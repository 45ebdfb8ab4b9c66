//! Paraxial schematic eyes: one matrix ray trace shared by every eye, used
//! to check the closed-form vergence results, to size the retinal blur circle
//! of a defocus and to give each eye's equivalent power, refraction and
//! cardinal points. Each eye is data in its own file: the Le Grand full
//! theoretical eye (`le_grand.rs`), the Gullstrand exact (No. 1) eye
//! (`gullstrand.rs`) and the Bennett–Rabbetts simplified eye
//! (`bennett_rabbetts.rs`), each with its published values checked there.
//!
//! Rays are column vectors (y, n u): height in metres and reduced angle. A
//! surface of power F refracts with [[1, 0], [-F, 1]]; a gap of thickness t
//! in index n translates with [[1, t/n], [0, 1]]. The equivalent power is
//! minus the lower-left element of the system matrix. Distances along the
//! axis are measured from the corneal vertex, positive towards the retina.

mod bennett_rabbetts;
mod gullstrand;
mod le_grand;

use super::error::OpticsError;
use super::units::{Dioptres, Metres, Millimetres};
use super::vergence::{check_power, check_vertex, object_vergence};
use nalgebra::{Matrix2, Vector2};
use std::ops::Range;

/// One refracting surface and the medium behind it.
#[derive(Debug, Clone, Copy, PartialEq)]
struct Surface {
    /// Radius of curvature in mm (positive: centre behind the surface).
    radius_mm: f64,
    /// Refractive index behind the surface.
    index_after: f64,
    /// Distance to the next surface (or to the retina after the last), in mm.
    gap_after_mm: f64,
}

/// A paraxial schematic eye: its published surfaces (from the cornea to the
/// back of the lens, the last gap reaching the retina) and any change of the
/// vitreous length that makes it axially ametropic.
#[derive(Debug, Clone, Copy, PartialEq)]
pub struct SchematicEye {
    /// The eye's surfaces, front to back.
    surfaces: &'static [Surface],
    /// How many of the surfaces belong to the cornea; the iris lies at the
    /// front of the lens, just behind them.
    corneal_surfaces: usize,
    /// Change of the vitreous length from the published eye, in mm.
    vitreous_change_mm: f64,
}

/// The six cardinal points of an eye, in mm from the corneal vertex
/// (positive: behind it, towards the retina).
#[derive(Debug, Clone, Copy, PartialEq)]
pub struct CardinalPoints {
    /// First (object-space) focal point F: a point source here leaves the eye
    /// as a parallel beam. Negative: in front of the cornea.
    pub front_focal: Millimetres,
    /// Second (image-space) focal point F': where a distant object is imaged.
    pub back_focal: Millimetres,
    /// First principal point P, from which the anterior focal length is measured.
    pub front_principal: Millimetres,
    /// Second principal point P', from which the posterior focal length is measured.
    pub back_principal: Millimetres,
    /// First nodal point N: a ray aimed at it leaves from N' at the same angle.
    pub front_nodal: Millimetres,
    /// Second nodal point N'.
    pub back_nodal: Millimetres,
}

/// A surface of radius `radius_mm` (positive: centre behind it) with a
/// medium of index `index_after` behind it, `gap_after_mm` deep; every eye's
/// data is written with this.
const fn surface(radius_mm: f64, index_after: f64, gap_after_mm: f64) -> Surface {
    Surface {
        radius_mm,
        index_after,
        gap_after_mm,
    }
}

/// Refraction matrix of a surface of power `power` dioptres.
fn refraction(power: f64) -> Matrix2<f64> {
    Matrix2::new(1.0, 0.0, -power, 1.0)
}

/// Translation matrix across `gap_m` metres of a medium of index `index`.
fn translation(gap_m: f64, index: f64) -> Matrix2<f64> {
    Matrix2::new(1.0, gap_m / index, 0.0, 1.0)
}

/// Largest change of axial length accepted, in mm (about ±20 D of ametropia).
const MAX_AXIAL_CHANGE_MM: f64 = 7.0;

YOUR GOAL -> Transcribe the listing from start to finish, exactly as given.

TASK OUTPUT ->
repository 45ebdfb8ab4b9c66
//! Paraxial schematic eyes: one matrix ray trace shared by every eye, used
//! to check the closed-form vergence results, to size the retinal blur circle
//! of a defocus and to give each eye's equivalent power, refraction and
//! cardinal points. Each eye is data in its own file: the Le Grand full
//! theoretical eye (`le_grand.rs`), the Gullstrand exact (No. 1) eye
//! (`gullstrand.rs`) and the Bennett–Rabbetts simplified eye
//! (`bennett_rabbetts.rs`), each with its published values checked there.
//!
//! Rays are column vectors (y, n u): height in metres and reduced angle. A
//! surface of power F refracts with [[1, 0], [-F, 1]]; a gap of thickness t
//! in index n translates with [[1, t/n], [0, 1]]. The equivalent power is
//! minus the lower-left element of the system matrix. Distances along the
//! axis are measured from the corneal vertex, positive towards the retina.

mod bennett_rabbetts;
mod gullstrand;
mod le_grand;

use super::error::OpticsError;
use super::units::{Dioptres, Metres, Millimetres};
use super::vergence::{check_power, check_vertex, object_vergence};
use nalgebra::{Matrix2, Vector2};
use std::ops::Range;

/// One refracting surface and the medium behind it.
#[derive(Debug, Clone, Copy, PartialEq)]
struct Surface {
    /// Radius of curvature in mm (positive: centre behind the surface).
    radius_mm: f64,
    /// Refractive index behind the surface.
    index_after: f64,
    /// Distance to the next surface (or to the retina after the last), in mm.
    gap_after_mm: f64,
}

/// A paraxial schematic eye: its published surfaces (from the cornea to the
/// back of the lens, the last gap reaching the retina) and any change of the
/// vitreous length that makes it axially ametropic.
#[derive(Debug, Clone, Copy, PartialEq)]
pub struct SchematicEye {
    /// The eye's surfaces, front to back.
    surfaces: &'static [Surface],
    /// How many of the surfaces belong to the cornea; the iris lies at the
    /// front of the lens, just behind them.
    corneal_surfaces: usize,
    /// Change of the vitreous length from the published eye, in mm.
    vitreous_change_mm: f64,
}

/// The six cardinal points of an eye, in mm from the corneal vertex
/// (positive: behind it, towards the retina).
#[derive(Debug, Clone, Copy, PartialEq)]
pub struct CardinalPoints {
    /// First (object-space) focal point F: a point source here leaves the eye
    /// as a parallel beam. Negative: in front of the cornea.
    pub front_focal: Millimetres,
    /// Second (image-space) focal point F': where a distant object is imaged.
    pub back_focal: Millimetres,
    /// First principal point P, from which the anterior focal length is measured.
    pub front_principal: Millimetres,
    /// Second principal point P', from which the posterior focal length is measured.
    pub back_principal: Millimetres,
    /// First nodal point N: a ray aimed at it leaves from N' at the same angle.
    pub front_nodal: Millimetres,
    /// Second nodal point N'.
    pub back_nodal: Millimetres,
}

/// A surface of radius `radius_mm` (positive: centre behind it) with a
/// medium of index `index_after` behind it, `gap_after_mm` deep; every eye's
/// data is written with this.
const fn surface(radius_mm: f64, index_after: f64, gap_after_mm: f64) -> Surface {
    Surface {
        radius_mm,
        index_after,
        gap_after_mm,
    }
}

/// Refraction matrix of a surface of power `power` dioptres.
fn refraction(power: f64) -> Matrix2<f64> {
    Matrix2::new(1.0, 0.0, -power, 1.0)
}

/// Translation matrix across `gap_m` metres of a medium of index `index`.
fn translation(gap_m: f64, index: f64) -> Matrix2<f64> {
    Matrix2::new(1.0, gap_m / index, 0.0, 1.0)
}

/// Largest change of axial length accepted, in mm (about ±20 D of ametropia).
const MAX_AXIAL_CHANGE_MM: f64 = 7.0;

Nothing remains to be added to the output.